Goal of the exercise: Exactly reproduce each record listed below.

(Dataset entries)
·····
/**
 * The radix sort and suffix counting behind the local continuation counts, against a plain
 * comparison sort and a Map, on seeded random rows (ids from small to the full 32 bits, so that
 * every digit width and the skipping of constant digits are exercised).
 */
import { describe, expect, it } from 'vitest';
import { sortRows, suffixCountsBySort } from '../../src/merge/local-continuation.ts';
import { seededRandom as prng } from '../support/seeded.ts';

function randomRows(seed: number, n: number, width: number, idBits: number): Uint32Array {
  const random = prng(seed);
  const rows = new Uint32Array(n * width);
  for (let i = 0; i < rows.length; i++) rows[i] = Math.floor(random() * 2 ** idBits) >>> 0;
  return rows;
}

function rowsOf(flat: Uint32Array, n: number, width: number): number[][] {
  return Array.from({ length: n }, (_, r) => Array.from(flat.subarray(r * width, r * width + width)));
}

const lexicographic = (a: number[], b: number[]): number => {
  for (let k = 0; k < a.length; k++) if (a[k] !== b[k]) return a[k] - b[k];
  return 0;
};

describe('sortRows', () => {
  for (const [width, idBits] of [[1, 3], [2, 11], [3, 12], [4, 18], [5, 32], [6, 20], [7, 9], [2, 0]] as const) {
    it(`sorts rows of ${width} ids of ${idBits} bits like a comparison sort`, () => {
      const n = 5000;
      const rows = randomRows(width * 100 + idBits, n, width, idBits);
      const expected = rowsOf(rows, n, width).sort(lexicographic);
      const sorted = sortRows(rows.slice(), new Uint32Array(rows.length), n, width);
      expect(rowsOf(sorted, n, width)).toEqual(expected);
    });
  }
});

describe('suffixCountsBySort', () => {
  it('gives each distinct suffix once, in order, with the number of rows ending with it', () => {
    const order = 3;
    const n = 20_000;
    // Distinct rows of order+1 ids with few distinct suffixes, as a partition's n-grams have.
    const random = prng(7);
    const seen = new Set<string>();
    const flat: number[] = [];
    while (seen.size < n) {
      const row = [Math.floor(random() * 500), Math.floor(random() * 4), Math.floor(random() * 9), Math.floor(random() * 3000)];
      const key = row.join(' ');
      if (seen.has(key)) continue;
      seen.add(key);
      flat.push(...row);
    }
    const expected = new Map<string, number>();
    for (const key of seen) {
      const suffix = key.split(' ').slice(1).join(' ');
      expected.set(suffix, (expected.get(suffix) ?? 0) + 1);
    }
    const blocks = [{ keys: Uint32Array.from(flat.slice(0, 4 * 7000)), recordCount: 7000 }, { keys: Uint32Array.from(flat.slice(4 * 7000)), recordCount: n - 7000 }];
    for (const engine of ['auto', 'js'] as const) {
      const { keys, counts, size } = suffixCountsBySort(blocks, n, order, engine);
      const got = rowsOf(keys, size, order);
      expect(got).toEqual([...got].sort(lexicographic));
      expect(new Map(got.map((row, i) => [row.join(' '), counts[i]]))).toEqual(expected);
      expect(size).toBe(expected.size);
    }
  });

  it('sorts in WebAssembly (sort-wasm.ts) what the JavaScript passes sort, for suffixes of 1 to 7 ids of 1 to 32 bits', () => {
    for (const [order, idBits] of [[1, 32], [2, 5], [3, 18], [4, 12], [5, 32], [6, 20], [7, 1]] as const) {
      const n = 3000;
      const flat = randomRows(order * 31 + idBits, n, order + 1, idBits);
      // A few rows share their suffix with the row before (counts above 1).
      for (let r = 1; r < n; r += 7) flat.copyWithin(r * (order + 1) + 1, (r - 1) * (order + 1) + 1, r * (order + 1));
      const blocks = [{ keys: flat, recordCount: n }];
      const js = suffixCountsBySort(blocks, n, order, 'js');
      const wasm = suffixCountsBySort(blocks, n, order, 'auto');
      expect(wasm.size).toBe(js.size);
      expect(js.size).toBeLessThan(n);
      expect(Array.from(wasm.keys.subarray(0, wasm.size * order))).toEqual(Array.from(js.keys.subarray(0, js.size * order)));
      expect(Array.from(wasm.counts.subarray(0, wasm.size))).toEqual(Array.from(js.counts.subarray(0, js.size)));
    }
  });

  it('in store blocks of 1,024 rows and in empty ones, and with no rows at all, both engines agree', () => {
    const order = 4;
    const n = 5000;
    const flat = randomRows(91, n, order + 1, 6);
    for (let r = 1; r < n; r += 3) flat.copyWithin(r * (order + 1) + 1, (r - 1) * (order + 1) + 1, r * (order + 1));
    const blocks = [{ keys: new Uint32Array(0), recordCount: 0 }];
    for (let r = 0; r < n; r += 1024) blocks.push({ keys: flat.slice(r * (order + 1), Math.min(n, r + 1024) * (order + 1)), recordCount: Math.min(1024, n - r) });
    const js = suffixCountsBySort(blocks, n, order, 'js');
    const wasm = suffixCountsBySort(blocks, n, order, 'auto');
    expect(wasm.size).toBe(js.size);
    expect(Array.from(wasm.keys.subarray(0, wasm.size * order))).toEqual(Array.from(js.keys.subarray(0, js.size * order)));
    expect(Array.from(wasm.counts.subarray(0, wasm.size))).toEqual(Array.from(js.counts.subarray(0, js.size)));
    expect(Array.from(js.counts.subarray(0, js.size)).reduce((a, b) => a + b, 0)).toBe(n);
    for (const engine of ['auto', 'js'] as const) expect(suffixCountsBySort([], 0, order, engine).size).toBe(0);
  });
});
·····
Output below:
/**
 * The radix sort and suffix counting behind the local continuation counts, against a plain
 * comparison sort and a Map, on seeded random rows (ids from small to the full 32 bits, so that
 * every digit width and the skipping of constant digits are exercised).
 */
import { describe, expect, it } from 'vitest';
import { sortRows, suffixCountsBySort } from '../../src/merge/local-continuation.ts';
import { seededRandom as prng } from '../support/seeded.ts';

function randomRows(seed: number, n: number, width: number, idBits: number): Uint32Array {
  const random = prng(seed);
  const rows = new Uint32Array(n * width);
  for (let i = 0; i < rows.length; i++) rows[i] = Math.floor(random() * 2 ** idBits) >>> 0;
  return rows;
}

function rowsOf(flat: Uint32Array, n: number, width: number): number[][] {
  return Array.from({ length: n }, (_, r) => Array.from(flat.subarray(r * width, r * width + width)));
}

const lexicographic = (a: number[], b: number[]): number => {
  for (let k = 0; k < a.length; k++) if (a[k] !== b[k]) return a[k] - b[k];
  return 0;
};

describe('sortRows', () => {
  for (const [width, idBits] of [[1, 3], [2, 11], [3, 12], [4, 18], [5, 32], [6, 20], [7, 9], [2, 0]] as const) {
    it(`sorts rows of ${width} ids of ${idBits} bits like a comparison sort`, () => {
      const n = 5000;
      const rows = randomRows(width * 100 + idBits, n, width, idBits);
      const expected = rowsOf(rows, n, width).sort(lexicographic);
      const sorted = sortRows(rows.slice(), new Uint32Array(rows.length), n, width);
      expect(rowsOf(sorted, n, width)).toEqual(expected);
    });
  }
});

describe('suffixCountsBySort', () => {
  it('gives each distinct suffix once, in order, with the number of rows ending with it', () => {
    const order = 3;
    const n = 20_000;
    // Distinct rows of order+1 ids with few distinct suffixes, as a partition's n-grams have.
    const random = prng(7);
    const seen = new Set<string>();
    const flat: number[] = [];
    while (seen.size < n) {
      const row = [Math.floor(random() * 500), Math.floor(random() * 4), Math.floor(random() * 9), Math.floor(random() * 3000)];
      const key = row.join(' ');
      if (seen.has(key)) continue;
      seen.add(key);
      flat.push(...row);
    }
    const expected = new Map<string, number>();
    for (const key of seen) {
      const suffix = key.split(' ').slice(1).join(' ');
      expected.set(suffix, (expected.get(suffix) ?? 0) + 1);
    }
    const blocks = [{ keys: Uint32Array.from(flat.slice(0, 4 * 7000)), recordCount: 7000 }, { keys: Uint32Array.from(flat.slice(4 * 7000)), recordCount: n - 7000 }];
    for (const engine of ['auto', 'js'] as const) {
      const { keys, counts, size } = suffixCountsBySort(blocks, n, order, engine);
      const got = rowsOf(keys, size, order);
      expect(got).toEqual([...got].sort(lexicographic));
      expect(new Map(got.map((row, i) => [row.join(' '), counts[i]]))).toEqual(expected);
      expect(size).toBe(expected.size);
    }
  });

  it('sorts in WebAssembly (sort-wasm.ts) what the JavaScript passes sort, for suffixes of 1 to 7 ids of 1 to 32 bits', () => {
    for (const [order, idBits] of [[1, 32], [2, 5], [3, 18], [4, 12], [5, 32], [6, 20], [7, 1]] as const) {
      const n = 3000;
      const flat = randomRows(order * 31 + idBits, n, order + 1, idBits);
      // A few rows share their suffix with the row before (counts above 1).
      for (let r = 1; r < n; r += 7) flat.copyWithin(r * (order + 1) + 1, (r - 1) * (order + 1) + 1, r * (order + 1));
      const blocks = [{ keys: flat, recordCount: n }];
      const js = suffixCountsBySort(blocks, n, order, 'js');
      const wasm = suffixCountsBySort(blocks, n, order, 'auto');
      expect(wasm.size).toBe(js.size);
      expect(js.size).toBeLessThan(n);
      expect(Array.from(wasm.keys.subarray(0, wasm.size * order))).toEqual(Array.from(js.keys.subarray(0, js.size * order)));
      expect(Array.from(wasm.counts.subarray(0, wasm.size))).toEqual(Array.from(js.counts.subarray(0, js.size)));
    }
  });

  it('in store blocks of 1,024 rows and in empty ones, and with no rows at all, both engines agree', () => {
    const order = 4;
    const n = 5000;
    const flat = randomRows(91, n, order + 1, 6);
    for (let r = 1; r < n; r += 3) flat.copyWithin(r * (order + 1) + 1, (r - 1) * (order + 1) + 1, r * (order + 1));
    const blocks = [{ keys: new Uint32Array(0), recordCount: 0 }];
    for (let r = 0; r < n; r += 1024) blocks.push({ keys: flat.slice(r * (order + 1), Math.min(n, r + 1024) * (order + 1)), recordCount: Math.min(1024, n - r) });
    const js = suffixCountsBySort(blocks, n, order, 'js');
    const wasm = suffixCountsBySort(blocks, n, order, 'auto');
    expect(wasm.size).toBe(js.size);
    expect(Array.from(wasm.keys.subarray(0, wasm.size * order))).toEqual(Array.from(js.keys.subarray(0, js.size * order)));
    expect(Array.from(wasm.counts.subarray(0, wasm.size))).toEqual(Array.from(js.counts.subarray(0, js.size)));
    expect(Array.from(js.counts.subarray(0, js.size)).reduce((a, b) => a + b, 0)).toBe(n);
    for (const engine of ['auto', 'js'] as const) expect(suffixCountsBySort([], 0, order, engine).size).toBe(0);
  });
});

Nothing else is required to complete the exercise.